Dirinya menambahkan banyak  keanehan yang terjadi di lokasi saat beberapa bangunan milik Bu Lilis tidak ikut dibongkar.

“Atas dasar alasan apa Satpol PP tidak bongkar bangunan kios milik Bu Lilis tidak ada yang jawab, saya rasa, sulit untuk menerima kalau penggususran itu tidak ada muatan kepentingan segelintir oknum.” tambahnya.

Di sisi lain, Pemkot masih belum memberikan langkah-langkah kongkrit sebagai solusi bagi para pedagang yang saat ini telah kehilangan lapak. Begitupun warga yang rumahnya ikut ambruk dalam penggusuran itu.

“Seyogyanya, pra penggusuran itukan suda ada kajian kajian terlebih dahulu, baik kajian yuridis maupun akademis, artinya, solusi harus ada duluan sebelum di gusur, ini yang sekarang terjadi, bongkar dulu baru diam, lalu apa pentingnya pemerintah disini. kan mereka pelayan masyarakat. kalau hanya tahu bongkar dan gusur, saya rasa tukang ojek saja bisa jadi Walikota.” imbuhnya.

Hal yang harus dipertimbangkan Bram menyampaikan segala pihak saat ini harusnya solusi sementara untuk para pedagang saat ini, sebab puluhan warga yang kiosnya telah digusur belum melakukan aktifitas ekonomi apapun sampai sekarang.

“Saya harap, DPRD Kota Kendari Sesegera Mungkin Merekomendasikan Pemkot Untuk Mengganti rugi rumah milik warga yg telah di bongkar. Kasihan mereka, saya benar benar sedih.” paparnya.

Lebih lanjut Bram mengharapkan agar semua legislator Kota Kendari bisa koperatif menanggapi persoalan ini.

“Agar semua legislator Kota Kendari bisa koperatif.” harapnya.

Terakhir Bram juga mengungkapkan, dalam waktu dekat bersama kuasa hukum Pospera Kota Kendari akan mengadukan Plt.Walikota Kendari Ke Polda Suktra Terkait Pengrusakan Rumah Milik Warga.

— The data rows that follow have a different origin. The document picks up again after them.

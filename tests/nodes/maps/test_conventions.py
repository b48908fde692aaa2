"""Green told from the texels alone."""

from __future__ import annotations

import numpy as np
import pytest
from tangentry.nodes.maps import conventions
from tangentry.nodes.maps.conventions import measure_green
from tangentry.nodes.maps.encodings import encode_normals

CHANCE = np.random.default_rng(3)


def unit(p: np.ndarray, q: np.ndarray) -> np.ndarray:
    """(height, width, 3) float32: normals of slopes p to the right and q up the image."""
    normals = np.stack([-p, -q, np.ones_like(p)], axis=2)
    return (normals / np.linalg.norm(normals, axis=2, keepdims=True)).astype(np.float32)


def hills(size: int = 128) -> np.ndarray:
    """Normals of a sum of waves of all directions: no axis and no diagonal is preferred."""
    phases = np.random.default_rng(5).random(12) * 6
    x, y = np.meshgrid(np.arange(size), np.arange(size)[::-1])
    p, q = np.zeros((2, size, size))
    for turn, phase in zip(np.linspace(0, np.pi, 12, endpoint=False), phases, strict=True):
        along, up = 0.4 * np.cos(turn), 0.4 * np.sin(turn)
        wave = 0.5 * np.cos(along * x + up * y + phase)
        p, q = p + along * wave, q + up * wave
    return unit(p, q)


@pytest.mark.parametrize("green", ["up", "down"])
@pytest.mark.parametrize("bits", [8, 16, None])
def test_a_map_of_heights_tells_its_green_at_any_depth(green, bits):
    texels = encode_normals(hills(), "unorm" if bits else "float", bits or 8, green)

    found = measure_green(texels)

    assert found.verdict == green and abs(found.correlation) > 0.95


@pytest.mark.parametrize("band", [1, 128 * 7, 128 * 126, 128 * 127, 1 << 30])
def test_bands_of_any_height_find_the_same(monkeypatch, band):
    whole = measure_green(hills())
    monkeypatch.setattr(conventions, "BAND", band)

    assert measure_green(hills()).correlation == pytest.approx(whole.correlation, abs=1e-9)


def test_turned_by_a_quarter_with_its_vectors_it_stays():
    """The image and the vectors turn together: (x, y) becomes (-y, x)."""
    turned = np.rot90(hills())[..., [1, 0, 2]] * np.float32([-1, 1, 1])

    assert measure_green(turned).verdict == "up"


def test_an_image_turned_over_without_its_vectors_is_told_as_down():
    assert measure_green(hills()[::-1]).verdict == "down"


def test_noise_over_the_relief_lowers_the_confidence_until_there_is_no_verdict():
    noise = CHANCE.normal(0, 1, (128, 128, 2))
    sure = []
    for share in (0, 0.05, 0.1, 1):
        vectors = hills() + np.concatenate([share * noise, np.zeros((128, 128, 1))], axis=2)
        sure.append(measure_green(vectors.astype(np.float32)))

    assert [one.correlation for one in sure] == sorted((one.correlation for one in sure), reverse=True)
    assert sure[0].verdict == "up" and sure[-1].verdict == "undecided"


@pytest.mark.parametrize(
    "texels",
    [
        np.full((64, 64, 3), (128, 128, 255), np.uint8),
        encode_normals(unit(np.sin(np.arange(64.0))[None].repeat(64, 0), np.zeros((64, 64))), "unorm", 8, "up"),
        CHANCE.integers(0, 256, (128, 128, 3), dtype=np.uint8),
        np.full((1, 1, 3), 128, np.uint8),
        np.full((2, 90, 3), 7, np.uint8),
    ],
    ids=["flat", "ribs along one axis", "noise", "one texel", "two rows"],
)
def test_what_says_nothing_of_its_green_is_undecided(texels):
    assert measure_green(texels).verdict == "undecided"
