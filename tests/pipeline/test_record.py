"""What programs may rely on: the keys of the record and of the plan, in every state that a step can end in."""

from __future__ import annotations

import json
import re
from typing import Any

import pytest
from tangentry.pipeline import record as record_module
from tangentry.pipeline.cli import main
from tangentry.pipeline.terminal import plan_json

COUNTS = {"ran", "reused", "skipped", "blocked", "failed"}
ASSET = {"name", "state", "error", "findings", "outputs", "steps"}
REASON = {"what", "name", "before", "after", "text"}
STEP = {
    "ran": {"node", "state", "reasons", "seconds"},
    "reused": {"node", "state"},
    "skipped": {"node", "state", "because"},
    "blocked": {"node", "state", "because"},
    "failed": {"node", "state", "error"},
}


@pytest.fixture
def record(project) -> Any:
    """The record of a build in which everything happens."""
    project.edit(
        "graph.yaml",
        "  all:",
        "  more:    {node: loud, text: some}\n  some:    {node: take, file: gone, if_missing: skip}\n  all:",
    )
    project.write("props/d.txt", "hello d")
    main(["build", str(project.graph)])
    for name, words in {"b": "rude", "c": "broken", "d": "bug"}.items():
        project.write(f"props/{name}.txt", words)
    main(["build", str(project.graph), "--record", str(project.folder / "record.json"), "--set", "times=3"])
    return json.loads(project.read("record.json"))


def test_the_record_has_the_keys_of_version_1(record):
    whole = {"tangentry_record", "graph", "states", "assets", "library", "restored", "left_over", "stopped"} | COUNTS
    steps = [step for asset in [*record["assets"], record["library"]] for step in asset["steps"]]

    assert record["tangentry_record"] == 1 and set(record) == whole
    assert all(set(asset) == ASSET for asset in [*record["assets"], record["library"]])
    assert {step["state"] for step in steps} == COUNTS
    assert all(set(step) - {"faulty", "detail", "reasons"} == STEP[step["state"]] - {"reasons"} for step in steps)
    assert all(set(reason) == REASON for step in steps for reason in step.get("reasons", ()))
    assert sum(step.get("faulty", False) for step in steps) == sum("detail" in step for step in steps) == 1


def test_its_counts_are_those_of_its_steps(record):
    states = [step["state"] for asset in [*record["assets"], record["library"]] for step in asset["steps"]]

    assert {state: states.count(state) for state in COUNTS} == {state: record[state] for state in COUNTS}
    assert record["states"] == {"made": 1, "unchanged": 0, "faulty": 1, "failed": 2}
    assert [asset["state"] for asset in record["assets"]] == ["made", "faulty", "failed", "failed"]


def test_every_key_is_documented(record):
    def keys(data: Any) -> set[str]:
        if isinstance(data, list):
            return {key for one in data for key in keys(one)}
        return {*data, *keys(list(data.values()))} if isinstance(data, dict) else set()

    record = {**record, "assets": [{**asset, "findings": []} for asset in record["assets"]]}
    documented = set(re.findall(r"\w+", record_module.__doc__ or ""))

    assert keys({key: one for key, one in record.items() if key != "states"}) <= documented


def test_the_plan_has_the_keys_of_version_1(project, capsys):
    project.build()
    project.write("props/b.txt", "good day")
    main(["plan", str(project.graph), "--json"])

    plan = json.loads(capsys.readouterr().out)

    assert set(plan) == {"tangentry_plan", "steps"} and plan["tangentry_plan"] == 1
    assert all(set(step) == {"asset", "node", "kind", "state", "reasons"} for step in plan["steps"])
    assert {step["state"] for step in plan["steps"]} == {"run", "wait", "reuse"}
    assert all(set(reason) == REASON for step in plan["steps"] for reason in step["reasons"])
    assert plan["steps"][4]["reasons"][0]["name"] == "props/b.txt" and "tangentry_plan" in (plan_json.__doc__ or "")


def test_a_plan_tells_what_the_build_then_does(project):
    from tangentry.pipeline.build import make_plan
    from tangentry.pipeline.graph import read_graph

    project.build()
    project.edit("kinds/deep/mark.py", "return words", "return words + '!'")
    project.write("props/b.txt", "good day")
    planned = make_plan(read_graph(project.graph))

    project.build()

    expected = [one for one in planned if one.decision.state in ("run", "wait")]
    assert sorted(one.step.kind.name for one in expected) == project.calls
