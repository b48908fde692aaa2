"""Output files are results: kept in place, never written over what is somebody else's."""

from __future__ import annotations


def test_a_deleted_output_is_put_back_without_running_its_node(project):
    project.build()
    (project.folder / "made/a.out").unlink()

    record = project.build()

    assert project.calls == [] and record.restored == ["made/a.out"]
    assert project.read("made/a.out") == "HELLO A\nHELLO A\n"


def test_an_altered_output_is_put_back(project):
    project.build()
    project.write("made/a.out", "scribbled")

    project.build()

    assert project.read("made/a.out") == "HELLO A\nHELLO A\n" and project.calls == []


def test_a_file_this_graph_did_not_write_is_left_alone(project):
    project.write("made/a.out", "precious")

    record = project.build()

    assert project.read("made/a.out") == "precious" and record.assets[0].state == "failed"
    assert "--overwrite" in record.assets[0].errors[0]


def test_overwrite_replaces_it(project):
    project.write("made/a.out", "precious")

    record = project.build(overwrite=True)

    assert record.sound and project.read("made/a.out") == "HELLO A\nHELLO A\n"


def test_the_output_of_a_removed_asset_is_named_and_removed_only_when_tidying(project):
    project.build()
    (project.folder / "props/b.txt").unlink()

    assert project.build().left_over == ["made/b.out"] and (project.folder / "made/b.out").exists()
    assert project.build(tidy=True).tidied and not (project.folder / "made/b.out").exists()


def test_the_output_of_an_asset_that_became_faulty_is_named(project):
    project.build()
    project.write("props/b.txt", "rude\n")

    assert project.build().left_over == ["made/b.out"]


def test_the_output_of_an_asset_that_fails_for_now_stays_claimed(project):
    project.build()
    project.write("props/b.txt", "broken\n")

    assert project.build().left_over == []


def test_no_unfinished_file_is_left_behind(project):
    project.build()

    assert not [path for path in project.folder.rglob("*.unfinished")]


def test_outputs_are_not_taken_for_members_of_the_library(project):
    project.edit("graph.yaml", "library: props/*.txt", 'library: "**/*.txt"')
    project.edit("graph.yaml", "{stem}.out", "{stem}.txt")
    project.build()

    assert len(project.build().assets) == 3
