"""Output files are results: kept in place, never written over what is somebody else's."""

from __future__ import annotations

import pytest
from tangentry.pipeline.errors import GraphError


def test_a_deleted_output_is_put_back_without_running_its_node(project):
    project.build()
    (project.folder / "made/a.out").unlink()

    record = project.build()

    assert project.calls == [] and record.restored == ["made/a.out"]
    assert project.read("made/a.out") == "HELLO A\nHELLO A\n"


def test_an_altered_output_is_put_back(project):
    project.build()
    project.write("made/a.out", "scribbled")

    project.build()

    assert project.read("made/a.out") == "HELLO A\nHELLO A\n" and project.calls == []


def test_a_file_this_graph_did_not_write_is_left_alone(project):
    project.write("made/a.out", "precious")

    record = project.build()

    assert project.read("made/a.out") == "precious" and record.assets[0].state == "failed"
    assert "--overwrite" in record.assets[0].errors[0]


def test_overwrite_replaces_it(project):
    project.write("made/a.out", "precious")

    record = project.build(overwrite=True)

    assert record.sound and project.read("made/a.out") == "HELLO A\nHELLO A\n"


def test_the_output_of_a_removed_asset_is_named_and_removed_only_when_tidying(project):
    project.build()
    (project.folder / "props/b.txt").unlink()

    assert project.build().left_over == ["made/b.out"] and (project.folder / "made/b.out").exists()
    assert project.build(tidy=True).tidied and not (project.folder / "made/b.out").exists()


def test_the_output_of_an_asset_that_became_faulty_is_named(project):
    project.build()
    project.write("props/b.txt", "rude\n")

    assert project.build().left_over == ["made/b.out"]


def test_the_output_of_an_asset_that_fails_for_now_stays_claimed(project):
    project.build()
    project.write("props/b.txt", "broken\n")

    assert project.build().left_over == []


def test_no_unfinished_file_is_left_behind(project):
    project.build()

    assert not [path for path in project.folder.rglob("*.unfinished")]


def test_outputs_are_not_taken_for_members_of_the_library(project):
    project.edit("graph.yaml", "library: props/*.txt", 'library: "**/*.txt"')
    project.edit("graph.yaml", "{stem}.out", "{stem}.txt")
    project.build()

    assert len(project.build().assets) == 3


@pytest.mark.parametrize("path", ["made/one.out", "{out}/./one.out", "made/../made/one.out"])
def test_two_assets_that_would_make_one_file_are_refused_before_anything_runs(project, path):
    project.edit("graph.yaml", "{out}/{stem}.out", path)

    with pytest.raises(
        GraphError, match=r"would be made twice: by props/a.txt, node done and by props/b.txt, node done"
    ):
        project.build()
    assert project.calls == []


def test_two_nodes_whose_files_turn_out_to_be_one_are_told_and_the_first_stays(project):
    project.edit("kinds/put.py", "OutFile(file,", 'OutFile("same.out",')

    record = project.build()

    assert [asset.state for asset in record.assets] == ["made", "failed", "failed"]
    assert "made/same.out: is also made by props/a.txt done" in record.assets[1].errors[0]
    assert project.read("made/same.out") == "HELLO A\nHELLO A\n"


def test_a_file_that_is_read_is_never_made_over_even_with_overwrite(project):
    project.edit("graph.yaml", "{out}/{stem}.out", "props/{stem}.txt")

    with pytest.raises(GraphError, match=r"props/a.txt would be made by .*, over what is read by"):
        project.build(overwrite=True)
    assert project.read("props/a.txt") == "hello a\n"


@pytest.mark.parametrize("name", ["../../escaped.txt", "/tmp/escaped.txt"])
def test_a_node_cannot_write_outside_its_place(project, name):
    project.edit("kinds/put.py", "OutFile(file,", f'OutFile("{name}",')

    record = project.build()

    assert "may only write below made" in record.assets[0].errors[0] and not list(project.folder.glob("../escaped*"))


def test_a_file_with_the_right_content_is_taken_over_and_then_kept(project):
    project.write("made/a.out", "HELLO A\nHELLO A\n")
    assert project.build().sound

    project.write("props/a.txt", "new\n")

    assert project.build().sound and project.read("made/a.out") == "NEW\nNEW\n"
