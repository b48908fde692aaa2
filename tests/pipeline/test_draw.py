"""Pictures of graphs: everything in its place, nothing behind anything."""

from __future__ import annotations

import itertools
import random
import re
from collections import defaultdict
from xml.etree import ElementTree

import pytest
from tangentry.pipeline.arrange import BOX, WAYPOINT, arrange
from tangentry.pipeline.build import read_last_record
from tangentry.pipeline.draw import WIDE, draw
from tangentry.pipeline.graph import read_graph

SVG = "{http://www.w3.org/2000/svg}"


@pytest.mark.parametrize("seed", range(20))
def test_boxes_and_lines_keep_apart_and_lines_run_to_the_right(seed):
    rng = random.Random(seed)
    names = [f"n{number}" for number in range(rng.randint(1, 30))]
    inputs = {name: rng.sample(names[:number], min(number, rng.randint(0, 3))) for number, name in enumerate(names)}
    last = frozenset(names[len(names) * 4 // 5 :])

    arranged = arrange(inputs, last)

    assert all(arranged.column[end] == arranged.column[start] + 1 for start, end in arranged.joints)
    assert all(arranged.column[one] > arranged.column[other] for one in last for other in set(names) - last)
    spots = defaultdict(list)
    for spot, column in arranged.column.items():
        spots[column].append((arranged.place[spot], BOX if isinstance(spot, str) else WAYPOINT))
    for column in spots.values():
        column.sort()
        for (above, high), (below, low) in itertools.pairwise(column):
            assert below - above > (high + low) / 2


def test_every_input_is_joined_to_its_node(project):
    graph = read_graph(project.graph)
    inputs = {"a": [], "b": ["a"], "c": ["b"], "d": ["c", "a"]}
    follow = defaultdict(set)
    for start, end in arrange(inputs).joints:
        follow[start].add(end)

    assert follow["a"] == {"b", ("a", 1)} and follow["a", 1] == {("a", 2)} and follow["a", 2] == {"d"}
    assert (
        draw(graph).count("<path") == len(graph.per_asset) + 1 + 3
    )  # a line each but for raw, one more to done; a rule


def test_draw_shows_every_node_with_its_kind_and_state(project):
    project.write("props/b.txt", "rude\n")
    project.write("props/c.txt", "broken\n")
    project.build()
    graph = read_graph(project.graph)

    picture = ElementTree.fromstring(draw(graph, read_last_record(graph)))

    told = {group[0].text: group[4].text for group in picture.iter(f"{SVG}g")}
    assert told == {
        "raw: take (1 failed, 2 ran)": "1 failed, 2 ran",
        "said: loud (1 blocked, 2 ran)": "1 blocked, 2 ran",
        "verdict: judge (1 blocked, 1 faulty, 1 ran)": "1 blocked, 1 faulty, 1 ran",
        "done: put (1 blocked, 2 ran)": "1 blocked, 2 ran",
        "all: join (1 ran)": "1 ran",
    }


def test_words_stay_in_their_boxes(project):
    long = "a_name_that_is_much_too_long_for_any_box"
    project.edit("graph.yaml", "  said:", f"  {long}: {{node: loud, text: raw}}\n  said:")
    graph = read_graph(project.graph)

    picture = ElementTree.fromstring(draw(graph))

    widest = max(
        len(text.text or "") * float(text.get("font-size", "0")) * 0.55  # of an em, the mean width of a letter
        for group in picture.iter(f"{SVG}g")
        for text in group.iter(f"{SVG}text")
    )
    assert widest < WIDE and f"{long}: loud" in [title.text for title in picture.iter(f"{SVG}title")]


def test_what_stands_in_a_graph_file_is_text_in_the_picture(project):
    project.edit("graph.yaml", "about: words", "about: '<script>alert(1)</script> & more'")

    assert not re.search("<script", draw(read_graph(project.graph)))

“Kami akan adukan Plt.Walikota Kendari Ke Polda Suktra Terkait Pengrusakan Rumah Milik Warga.” tutup Bram.

Menurut Ketua Komisi I DRPD Kota Kendari Subhan mengatakan bahwa, pada dasarnya jika kita mengacu status dalam aturan RTRW Kota Kendari, kawasan pasar panjang tidak termasuk dalam wilayah yang diperuntukan untuk kawasan pasar tradisional..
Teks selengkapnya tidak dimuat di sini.